‘It Was Terrible What He Did’: Trump Rips Navy Captain Who Sounded Alarm On His Sick Sailors

President Donald Trump on Saturday lashed the Navy captain who was relieved of duty this week after he pleaded with military authorities in a letter for help for sailors with COVID-19 on his aircraft carrier.

“I thought it was terrible what he did, to write a letter,” an annoyed Trump said at his press briefing, referring to the action by Captain Brett Crozier. “This isn’t a class on literature. This is a captain of a massive ship that’s nuclear-powered. He shouldn’t be talking that way in a letter.” 

The president, who also noted that he doesn’t “know much about it,” said that Crozier’s letter “raised alarm bells unnecessarily.” 

Crozier, formerly of the USS Theodore Roosevelt, sent the letter seeking help for a coronavirus outbreak on his ship in a nonsecure unclassified email. It leaked to the media. More than 100 of 4,000 sailors on the ship had already tested positive for COVID-19 when Cozier sent the plea Monday.

“The letter was a five-page letter from a captain, and the letter was all over the place,” Trump complained. “That’s not appropriate.
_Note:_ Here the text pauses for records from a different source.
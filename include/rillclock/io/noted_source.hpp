#pragma once

#include "rillclock/core/notice.hpp"
#include "rillclock/raster/blocks.hpp"

namespace rillclock {

/// A source that notes what it meets while it is read.
template <class T>
class NotedSource : public BlockSource<T> {
public:
    /// What the windows read so far brought up. A cell read twice counts twice.
    [[nodiscard]] virtual Notices notices() const = 0;
};

}  // namespace rillclock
I don’t think that’s appropriate.”

It was actually a four-page letter, in which an upset Crozier warned that without immediate action, “we are failing to properly take care of our most trusted asset — our Sailors. The spread of the disease is ongoing and accelerating.” He added: “We are not at war. Sailors do not need to die.”

Acting Navy Secretary Thomas Modly said Thursday Crozier exercised
poor judgment.

Cozier’s crew applauded and cheered him, and chanted his name Friday when he left his ship, now docked at the US Naval Base in Guam.

Three sailors tested positive 15 days after the ship made a port stop in Da Nang, Vietnam, in early March, when there were only 100 reported cases in the country. It was the first known outbreak of COVID-19 on a military vessel at sea.

Trump also slammed the stop in Vietnam. 

“I guess the captain stopped in Vietnam and people got off in Vietnam,” Trump said. “Perhaps you don’t do that in the middle of a pandemic or something that looked like it was going to be. History would say you don’t necessarily stop and let your sailors get off.”

During that same time in early March Trump himself was dismissing the threat of COVID-19, insisting March 10 that it will “go away,” and blaming the “fake news media” the previous day for inflaming the situation.